Original Link: http://exiledonline.com/koch-industries-lackeys-admit-to-manipulating-oil-prices-and-gloat-about-it-too/
By Yasha Levine
Last week, I wrote that Kochs Industries’ recent fight against financial regulation and aggressive defense of unregulated derivatives via the “Enron Loophole” was a clear sign that the company was using its position as a large-scale marketer of oil and other energy commodities to manipulate prices.
Well, thanks to recent reporting by Lee Fang, we now know this for a fact. Traders working for Koch Industries not only gave PowerPoint presentations outlining their plans to drive up the price of oil, but openly boasted about gaming the market in the business press.
Their methods weren’t that different from the ones used by Enron to boost the price of electricity: instead of shutting down power plants, Koch Industries siphons millions of gallons of oil into storage tanks. ThinkProgress’ Lee Fang writes:
In 2008, Koch called attention to itself for “contango” oil market manipulation. A commodity market is said to be in contango when future prices are expected to rise, that is, when demand is expected to outstrip supply. Big banks and companies like Koch employ a contango strategy by buying up oil and storing it in massive containers both on land and offshore to lock in the oil for sale later at a set price. In December of 2008, Koch leased “four supertankers to hold oil in the U.S. Gulf Coast to take advantage of rising prices in the months ahead.” Writing about Koch’s contango efforts to artificially drive down supply, Fortune magazine writer Jon Birger noted they could be raising “gasoline prices by anywhere from 20 to 40 cents a gallon” at the time. Speaking with the Business Times, Koch executive David Chang even boasted that falling crude prices in 2008 provided an opportunity remove oil from the market for future delivery:
CHANG: The drop in crude oil prices from more than US$145 per barrel in July 2008 to less than US$35 per barrel in December 2008 has presented opportunities for companies such as ours. In the physical business, purchases of crude oil from producers and storing offshore in tankers allow us to benefit from the contango market where crude prices are higher for future delivery than for prompt delivery.
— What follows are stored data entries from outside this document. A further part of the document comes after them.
* Layouts: ``grid`` = 6 × 6 regular grid, 100 m spacing (36 sites); ``irregular`` = 40 sites
  uniform on a 600 m × 600 m square (fixed seed). Spatial candidates are the distance-based MEM
  with positive Moran's I (14 on the grid, 13 on the irregular layout), built once per layout;
  each replicate only draws new responses.
* No structure (:func:`null_study`): community Y = 5 independent N(0, 1) columns, environment = 3
  independent N(0, 1) columns without effect. Per replicate, on the same data:
  (1) global test of all positive-I MEM; (2) forward selection with the global test first and
  the double stopping criterion (Blanchet, Legendre & Borcard 2008, Ecology 89:2623–2632) —
  the rate is that of selecting ≥ 1 vector; (3) the test of the environment-only fraction [a]:
  partial RDA of the environment given the vectors selected in (2) (reduced-model residual
  permutation); the selection used the same data, so this is the test as the analysis runs it,
  conditional on the selection (with nothing selected it is the test of the environment alone);
  (4) the same selection without the global test (``global_test="skip"``, no adjusted-R²
  ceiling), expected ≈ 1 − (1 − α)^m for m orthogonal null candidates; (5) the same without the
  global test but with the adjusted-R² ceiling (informative only).
* Power (:func:`power_study`): Y = a·f(x, y)·1ᵀ + E (5 species, E ~ N(0, 1)) on the 500 m × 500 m
  square sampled by a 6 × 6 (n = 36) or 10 × 10 (n = 100) grid; f standardised to variance 1
  over the sites; a = 0.5 (signal share of each species' variance 0.2). ``broad``: f =
  cos(πx/L) + cos(πy/L), L = 500 m (wavelength 1000 m); ``fine``: f = cos(2πx/λ) + cos(2πy/λ),
  λ = 200 m: 2 spacings on the 6 × 6 grid, where it alternates from row to row (negative
  Moran's I, outside the positive-I candidates: not detectable by design), 3.6 spacings on the
  10 × 10 grid. Rate = global test significant (≥ 1 vector selected reported apart); 99
  permutations. Structures are functions of the coordinates, not of the basis: a structure
  equal to one MEM would give the same power for every MEM, because the global test and the
  ranking are invariant to rotations within the basis.
* Bias of the adjusted fractions (:func:`bias_study`): random design as in Peres-Neto, Legendre,
  Dray & Borcard (2006, Ecology 87:2614–2625): environment X (2 variables) and spatial group W
  (3 variables) jointly normal with corr(X_j, W_j) = 0.6, Y = X B + W C + E (8 species, n = 40);
  population fractions [a], [b], [c], [d] from the population covariance. Rate column = mean
  adjusted fraction; interval = truth ± 3 Monte Carlo standard errors.
* Environment–community link with autocorrelated, independent community and environment
  (:func:`spectral_study`): community = Gaussian field with exponential covariance, range
  150 m; environment (2 variables) either a process whose covariance is a function of C·W·C
  for the distance-based W (``spectral``: Moran spectral randomisation is exact) or Gaussian
  fields with exponential covariance of range 50–400 m (``exponential``), Gaussian
  (exp(−(d/r)²)), spherical, or anisotropic exponential covariance (range r along x, r/4
  along y). Rates of the
  ordinary permutation test and of the Moran spectral randomisation test (Wagner & Dray 2015,
  Methods Ecol. Evol. 6:1169–1178) with two weightings W, on the same data: the truncated
  distance-based W of the MEM, and the dense distance-decay W = exp(−d/t) (t = truncation
  distance, 100 m on the grid, 149 m on the irregular layout) that ``analyse`` uses.
* Sequential step decisions (:func:`sequential_study`): the same data and seed analysed twice,
  forward selection with the full count of permutations per step and with sequential step
  decisions (``sequential_steps=True``: a step stops at its h-th exceedance, Besag & Clifford
  1991, or early as significant with risk ε = 0.001, Gandy 2009); global tests always draw
  the full count; 999 permutations. Settings: ``null`` (no structure, layouts above, global
  test + double stop), ``no_global`` (no structure, ``global_test="skip"``, no ceiling, one
  variable: every replicate runs a step test), ``broad`` (the power design above, grid 6 × 6
  and 10 × 10). Reported: rate of ≥ 1 selected vector under each rule, share of replicates
  whose selected sets differ, mean permutations per step test.
* Shared step permutations (:func:`sequential_study` with ``rule="shared"``): the same data
  analysed with per-step permutations (a new set for every step test) and with one set of
  permutations for all the steps of a selection, updated as vectors enter
  (``shared_steps=True``); 999 permutations. Settings ``null`` and ``broad`` as above, and
  ``no_global_steps`` (no structure, ``global_test="skip"``, no ceiling, up to 5 variables,
  so that later steps are tested on the shared permutations too). Reported: rate of ≥ 1
  selected vector under each rule, mean vectors selected, share of replicates whose
  selected sets differ.
* Environment-only fraction [a] with autocorrelated tables (:func:`fraction_spectral_study`):
  as above, the community also carries effects of the 3 broadest MEM, and the environment is
  tested given those 3 vectors.
"""

from __future__ import annotations

import argparse
import re
import functools
import sys
import time
import warnings
from dataclasses import dataclass
from pathlib import Path

import numpy as np
from scipy import stats
from scipy.spatial.distance import cdist
from threadpoolctl import threadpool_limits

from spatial_ev.space.eigen import distance_eigenvectors
from spatial_ev.selection.partition import partition_variation
from spatial_ev.inference.permutation import permutation_test
from spatial_ev.selection.forward import forward_selection
from spatial_ev.inference.spectral import (complete_spatial_basis, distance_decay_weights,
                                               spectral_randomisation_test)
Yep, I guess all the speculatory fraud apologists at Cato are totally right. There’s nothing evil or sinister about billionaires who physically hoard oil supplies to drive up prices. No sir, nothing wrong with it. It’s all a necessary part of the new market economy, where speculators, billionaires, small farmers, young professionals and nice old pensioners all come together in harmony to find prosperity and happiness. Sure, commodities might come with a built-in billionaire tax. But so what? We can’t expect a free capitalistic society to be free. It costs an extra buck or two per gallon.
Here’s one more bit from Fang’s piece:
In recent weeks, gas prices around the country have surged to levels unseen since the 2008 oil spike. However, market fundamentals are not driving the nearly $4.00/gallon gas prices. In fact, under the Obama administration, oil production is at record highs and there is adequate global supply of crude. As Commodity Futures Trading Commission (CFTC) commissioner Bart Chilton has explained, rampant oil speculation, which is at its highest level on record right now, is to blame for current prices.
To put it another way: Forget what you learned about supply and demand. Everyone agrees the oil market is more rigged than a truckstop slot machine.
This is why I’ve always been skeptical of the peak oil crowd. Their constant hysteria and focus on dwindling oil supplies—which they say will be tapped out very soon, plunging us into a post-apocalyptic world filled with roving bands of cannibals, dirty midgets, a gold-based economy, dehydrated veggies and Thunderdome entertainment—works only to the benefit of market manipulators like the Kochs. It helps reinforce in the popular mind the idea that today’s astronomical oil prices are somehow linked to scarcity and dwindling world oil reserves–which of course they are not.
Try searching the Internet for information on the oil market. Peak oil theories will be on 7 out of 10 pages you’ll hit.